Project Details
Projekt Print View

Functional proteogenomic characterization of mantle cell lymphoma

Applicant Dr. Julius Enßle
Subject Area Hematology, Oncology
Term from 2021 to 2023
Project identifier Deutsche Forschungsgemeinschaft (DFG) - Project number 463138470
 
Final Report Year 2024

Final Report Abstract

Mantle-cell lymphoma (MCL) is a B-cell Non-Hodgkin-Lymphoma (B-NHL) characterized by molecular and clinical heterogeneity. Despite recent advances in the use of targeted agents, immunochemotherapy, and cell therapeutics, drug resistance and relapses occur frequently. Hence, it is of high relevance to comprehensively characterize MCL, including different layers of biological and disease-related information, to identify high-risk patients and tailor novel therapies based on deep molecular profiles. To this end, we elucidated the proteogenomic landscape of 261 patients with de novo MCL. We used transcriptomic expression data from RNA sequencing and generated global proteome expression data by mass spectrometry analysis from formalin-fixed and paraffin-embedded tissue material.

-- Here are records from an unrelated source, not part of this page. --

func TestWriteFile(t *testing.T) {
	u, v, lam := uvTest()
	f, err := UVCoverage(UV{U: u, V: v, Wavelength: lam}, Options{Width: 500, Height: 400})
	if err != nil {
		t.Fatal(err)
	}
	p := filepath.Join(t.TempDir(), "uv.png")
	if err := f.WriteFile(p); err != nil {
		t.Fatal(err)
	}
	data, err := os.ReadFile(p)
	if err != nil {
		t.Fatal(err)
	}
	cfg, err := png.DecodeConfig(bytes.NewReader(data))
	if err != nil || cfg.Width != 500 || cfg.Height != 400 {
		t.Errorf("written PNG %d × %d (%v), want 500 × 400", cfg.Width, cfg.Height, err)
	}
}

func BenchmarkV2(b *testing.B) {
	n := 14000
	u, v, val, e, m := make([]float64, n), make([]float64, n), make([]float64, n), make([]float64, n), make([]float64, n)
	for i := range u {
		u[i] = 4e7 * math.Cos(float64(i))
		v[i] = 4e7 * math.Sin(float64(i)*1.3)
		q := math.Hypot(u[i], v[i]) / 5e7
		val[i], e[i], m[i] = math.Exp(-q*q), 0.02, math.Exp(-q*q)
	}
	b.ReportAllocs()
	for b.Loop() {
		f, err := V2(V2Data{U: u, V: v, Value: val, Err: e}, []ModelValues{{"m", m}}, nil, Options{})
		if err != nil {
			b.Fatal(err)
		}
		_ = f.Image()
	}
}

func TestConcurrentImage(t *testing.T) {
	// A Figure may be rendered from several goroutines (run with -race).
	u, v, lam := uvTest()
	f, err := UVCoverage(UV{U: u, V: v, Wavelength: lam}, Options{})
	if err != nil {
		t.Fatal(err)
	}
	want := f.Image().(*image.RGBA)
	done := make(chan bool, 3)
	for range 3 {
		go func() {
			done <- bytes.Equal(f.Image().(*image.RGBA).Pix, want.Pix)
		}()
	}
	for range 3 {
		if !<-done {
			t.Error("concurrent rendering gave a different image")
		}
	}
}
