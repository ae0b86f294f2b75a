package plots_test

import (
	"fmt"

	"vcz/io/plots"
)

func ExampleLongestBaseline() {
	// A triangle with baselines (3, 4) and (1, 0) Mλ: its third side is
	// (4, 4), of length 4√2.
	fmt.Printf("%.4f\n", plots.LongestBaseline(3, 4, 1, 0))
	// Output: 5.6569
}

func ExamplePhaseResiduals() {
	r := plots.PhaseResiduals(nil, []float64{179, 30}, []float64{-179, 20}, []float64{2, 5})
	fmt.Println(r)
	// Output: [-1 2]
}

func ExampleV2() {
	// Squared visibilities of three points with a model, 800 × 600 PNG.
	d := plots.V2Data{
		U:     []float64{1e7, 2e7, 3e7},
		V:     []float64{0, 1e7, 2e7},
		Value: []float64{0.9, 0.6, 0.3},
		Err:   []float64{0.05, 0.05, 0.05},
	}
	f, err := plots.V2(d, []plots.ModelValues{{Name: "model", Value: []float64{0.88, 0.62, 0.31}}}, nil, plots.Options{})
	if err != nil {
		fmt.Println(err)
		return
	}
	fmt.Println(f.Size())
	_, err = plots.V2(plots.V2Data{}, nil, nil, plots.Options{})
	fmt.Println(err)
	// Output:
	// 800 600
	// plots: V²: no finite data to plot
}
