func residualDst(dst, data, model, sigma []float64) []float64 {
	if len(model) != len(data) || len(sigma) != len(data) {
		panic(fmt.Sprintf("plots: residuals of %d data, %d model values, %d errors", len(data), len(model), len(sigma)))
	}
	if dst == nil {
		dst = make([]float64, len(data))
	}
	if len(dst) != len(data) {
		panic(fmt.Sprintf("plots: residuals: dst has %d elements for %d data", len(dst), len(data)))
	}
	return dst
}

// WrapDegrees returns the angle a in (−180, 180].
func WrapDegrees(a float64) float64 {
	a = math.Mod(a, 360)
	switch {
	case a > 180:
		a -= 360
	case a <= -180:
		a += 360
	}
	return a
}

// UV is the (u, v) coverage of a data set: one entry per measured point,
// in cycles per radian (u = UCOORD/λ towards the east, v = VCOORD/λ towards
// the north), with the point's wavelength in metres (nil, or all equal,
// draws one colour and no colour bar).
type UV struct {
	U, V       []float64
	Wavelength []float64
}

// UVCoverage plots the (u, v) points and their mirror images (−u, −v) in
// Mλ on equal axes, u increasing to the left (east left, like the sky),
// coloured by wavelength from violet (shortest) to red (longest) with a
// colour bar in µm.
func UVCoverage(d UV, opt Options) (*Figure, error) {
	p, bar, err := uvPlots(d, opt)
	if err != nil {
		return nil, err
	}
	return withColorBar(p, bar, opt, true), nil
}

// uvPlots returns the coverage plot and its colour bar plot (nil for one
// wavelength).
func uvPlots(d UV, opt Options) (p, bar *plot.Plot, err error) {
	if len(d.V) != len(d.U) || (d.Wavelength != nil && len(d.Wavelength) != len(d.U)) {
		return nil, nil, fmt.Errorf("plots: (u,v) coverage: %d u, %d v and %d wavelengths", len(d.U), len(d.V), len(d.Wavelength))
	}
	var pts plotter.XYs
	var lam []float64
	lmin, lmax := math.Inf(1), math.Inf(-1)
	rmax := 0.0
	for i := range d.U {
		u, v := d.U[i]/MegaLambda, d.V[i]/MegaLambda
		l := 0.0
		if d.Wavelength != nil {
			l = d.Wavelength[i]
		}
		if !finite(u, v, l) {
			continue
		}
		pts = append(pts, plotter.XY{X: u, Y: v}, plotter.XY{X: -u, Y: -v})
		lam = append(lam, l, l)
		lmin, lmax = math.Min(lmin, l), math.Max(lmax, l)
		rmax = math.Max(rmax, math.Hypot(u, v))
	}
	if len(pts) == 0 {
		return nil, nil, fmt.Errorf("plots: (u,v) coverage: %w", ErrNoData)
	}
	p = newPlot(opt.title("(u,v) coverage"), "u (Mλ, east to the left)", "v (Mλ, north up)")
	p.X.Scale = plot.InvertedScale{Normalizer: plot.LinearScale{}}
	if rmax == 0 {
		rmax = 1
	}
	r := rmax * 1.08
	p.X.Min, p.X.Max, p.Y.Min, p.Y.Max = -r, r, -r, r
	p.Add(plotter.NewGrid())
	s, err := plotter.NewScatter(pts)
	if err != nil {
		return nil, nil, fmt.Errorf("plots: (u,v) coverage: %w", err)
	}
	s.GlyphStyle = draw.GlyphStyle{Shape: draw.CircleGlyph{}, Radius: vg.Points(2), Color: color.RGBA{0, 90, 170, 255}}
	coloured := lmax > lmin
	if coloured {
		s.GlyphStyleFunc = func(i int) draw.GlyphStyle {
			g := s.GlyphStyle
			g.Color = wavelengthColor((lam[i] - lmin) / (lmax - lmin))
			return g
		}
	}
	p.Add(s)
	// A cross at the origin marks zero spatial frequency.
	p.Add(originMark())
	if !coloured {
		return p, nil, nil
	}
	bar = newPlot("", "", "wavelength (µm)")
	bar.HideX()
	bar.Y.Label.TextStyle.Font.Size = 12
	bar.Add(&plotter.ColorBar{ColorMap: &rangeMap{min: lmin * 1e6, max: lmax * 1e6, alpha: 1, at: wavelengthColor}, Vertical: true})
	return p, bar, nil
}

For multi-omics data integration of the different data layers, we applied a multiview latent variable model with domain-informed structured sparsity in the form of B-NHL-related feature sets. By inference of multi-omic latent factors within and across all data modalities, we identified distinct MCL proteogenotypes and multi-omic factors that associate with survival phenotypes. These proteogenotypes were mostly not linked to previously established risk factors, disease characteristics, or morphologic phenotypes. Moreover, characteristic biological motifs were enriched in these proteogenotypes, which were associated with differences in tumor proliferation, immune cell signals, and stromal infiltration. Together, this expands the present biological classification of MCL by including proteogenotypes with prognostic relevance. The integrated proteogenomic dataset provides a comprehensive resource for further molecular and translational research in MCL.